TO DO: Take every line from the material that has the word "transmission" in it.

:::::

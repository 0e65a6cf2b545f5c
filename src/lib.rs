//! # qheat: electro-thermal quantum transport in nanoscale devices
//!
//! qheat solves the non-equilibrium Green's function (NEGF) equations of a
//! device between two leads, with elastic dephasing and inelastic phonon
//! scattering in the self-consistent Born approximation, and reports charge
//! and heat currents, a conservation ledger, where the lattice is heated or
//! cooled beside where the electrochemical potential drops, energy-resolved
//! current maps and thermoelectric coefficients.
//!
//! ## The model in brief
//!
//! The device is a chain of N cells with b orbitals each; its Hamiltonian is
//! block tridiagonal (H_ii, H_i,i+1). Leads 1 (left) and 2 (right) enter
//! through retarded self-energies Σ1, Σ2 on the end blocks, with broadenings
//! Γ_α = i(Σ_α − Σ_α†) and in-scattering Σ^in_α = Γ_α f_α. Scattering inside
//! the device adds local self-energies Σ0 (dephasing and Einstein phonons,
//! [`scattering`]). With G^n = −iG^<, G^p = iG^>, A = G^n + G^p:
//!
//! ```text
//! G^r = [E − H − Σ1 − Σ2 − Σ^r_0]⁻¹,   G^n = G^r (Σ^in_1 + Σ^in_2 + Σ^in_0) G^a
//! j_α(E) = (g_s/h) Tr[Σ^in_α A − Γ_α G^n]          (particles into the device)
//! I_α = −e ∫ j_α dE,  J_E,α = ∫ E j_α dE,  J_Q,α = ∫ (E − µ_α) j_α dE
//! P_i = −∫ E j_0,i dE                              (power into the lattice)
//! ```
//!
//! Conventions: e > 0; V = V_1 − V_2 = −(µ_1 − µ_2)/e; the reported current
//! is I = I_1, so a passive device has I·V ≥ 0; S < 0 for transport above µ.
//! Energies are in eV, lengths in nm, temperatures in K, currents in A,
//! powers in W ([`units`]). Every energy integral is the plain sum
//! Σ_k g(E_k) ΔE on a uniform grid ([`grid`]) with every ħω an integer number
//! of steps, which makes the phonon exchange conserve particles and energy
//! exactly on the grid. The ledger ([`observables::Ledger`]) checks
//! I_1 + I_2 = 0, that the lattice power computed mode by mode from the
//! phonon side (ħω × (emission − absorption) from the final G^n and G^p)
//! equals the electron side Σ_i P_i and the leads' energy loss
//! J_E,1 + J_E,2, and Σ_i P_i = I·V + J_Q,1 + J_Q,2; these hold only at the
//! fixed point of the Born loop, so an unconverged solve shows in them.
//!
//! ## Data flow and main types
//!
//! case file → [`case::Case`] → [`case::Resolved`] ([`model::Problem`]:
//! [`device::Device`], [`model::Contact`] with a [`leads::Lead`],
//! [`scattering::Scattering`], [`grid::EnergyGrid`]) → [`scba::solve`]
//! (calls [`rgf::solve_energy`] for every energy, in parallel) →
//! [`scba::Solution`] → [`observables::observe`] → [`output`].
//! Thermoelectric coefficients: [`thermo`].
//! The lattice's own heat transport (phonon transmission, κ_ph): [`lattice`].
//! Electrons and lattice temperatures solved together: [`selfheat`].
//! Transport and the electrostatic potential of the device's own charge
//! solved together: [`electrostatics`].
//! Whole commands (check, solve, coefficients, curves, sweeps, screens) as
//! calls that return results and write their folders when asked:
//! [`session`].
//!
//! ## Example
//!
//! A uniform tight-binding chain between two leads that continue it
//! transmits every electron in its band (T = 1), and one open channel
//! conducts g_s e²/h when the Fermi level sits well inside the band:
//!
//! ```
//! use qheat::device;
//! use qheat::grid::EnergyGrid;
//! use qheat::leads::{DecimationParams, Lead};
//! use qheat::model::{Contact, Problem};
//! use qheat::scattering::Scattering;
//! use qheat::scba::{ScbaParams, Silent, solve};
//!
//! // Effective-mass chain: 20 cells of 0.25 nm, m* = 0.07, flat band edge.
//! let t = qheat::units::hopping_ev(0.07, 0.25);
//! let dev = device::chain(0.25, t, 0.0, vec![0.0; 20]);
//! let lead = Lead::Periodic { onsite: dev.onsite[0].clone(), hopping: dev.coupling[0].clone() };
//! let contact = |mu| Contact { lead: lead.clone(), fermi_level_ev: mu, temperature_k: 300.0 };
//! let problem = Problem {
//!     device: dev,
//!     left: contact(0.3),
//!     right: contact(0.3),
//!     scattering: Scattering::default(),
//!     grid: EnergyGrid::covering(0.001, 0.9, 0.002),
//!     spin_degeneracy: 2.0,
//!     decimation: DecimationParams::default(),
//!     contacts: Vec::new(),
//! };
//! let sol = solve(&problem, &ScbaParams::default(), None, &mut Silent).unwrap();
//! assert!(sol.pass.flows.iter().all(|f| (f.transmission - 1.0).abs() < 1e-9));
//! let c = qheat::thermo::coherent_coefficients(&problem, 0.0).unwrap();
//! let g0 = qheat::units::CONDUCTANCE_QUANTUM;
//! assert!((c.conductance_s / g0 - 1.0).abs() < 1e-3);
//! ```
//!
//! ## References
//!
//! 1. R. Lake, G. Klimeck, R. C. Bowen, D. Jovanovic, J. Appl. Phys. 81,
//!    7845 (1997): recursive Green's functions with scattering.
//! 2. M. P. Anantram, M. S. Lundstrom, D. E. Nikonov, Proc. IEEE 96, 1511
//!    (2008): NEGF for nanoscale devices.
//! 3. M. P. López Sancho, J. M. López Sancho, J. Rubio, J. Phys. F 15, 851
//!    (1985): decimation for lead surface Green's functions.
//! 4. D. G. Anderson, J. ACM 12, 547 (1965); H. F. Walker, P. Ni, SIAM J.
//!    Numer. Anal. 49, 1715 (2011): Anderson acceleration.
//! 5. R. Lake, S. Datta, Phys. Rev. B 46, 4757 (1992): energy exchange and
//!    conservation with inelastic scattering.
//! 6. U. Sivan, Y. Imry, Phys. Rev. B 33, 551 (1986); P. N. Butcher, J. Phys.:
//!    Condens. Matter 2, 4869 (1990): thermoelectric transport coefficients.
//! 7. F. L. Curzon, B. Ahlborn, Am. J. Phys. 43, 22 (1975): efficiency at
//!    maximum power.
//!
//! Results are model estimates: temperatures and currents that matter for
//! safety or reliability must be confirmed by measurement and by the
//! applicable standards and licensed practice.
#![warn(missing_docs)]

/// Complex double, the scalar of every Green's function.
pub type C64 = num_complex::Complex64;

pub mod case;
pub mod cluster;
pub mod device;
pub mod electrostatics;
pub mod grid;
pub mod lattice;
pub mod leads;
pub mod model;
pub mod numerics;
pub mod observables;
pub mod output;
pub mod progress;
pub mod rgf;
pub mod scattering;
pub mod scba;
pub mod selfheat;
pub mod session;
pub mod sweep;
pub mod thermo;
pub mod units;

:::::

YOUR SOLUTION:
//! The lattice's own heat transport (phonon transmission, κ_ph): [`lattice`].
//! assert!(sol.pass.flows.iter().all(|f| (f.transmission - 1.0).abs() < 1e-9));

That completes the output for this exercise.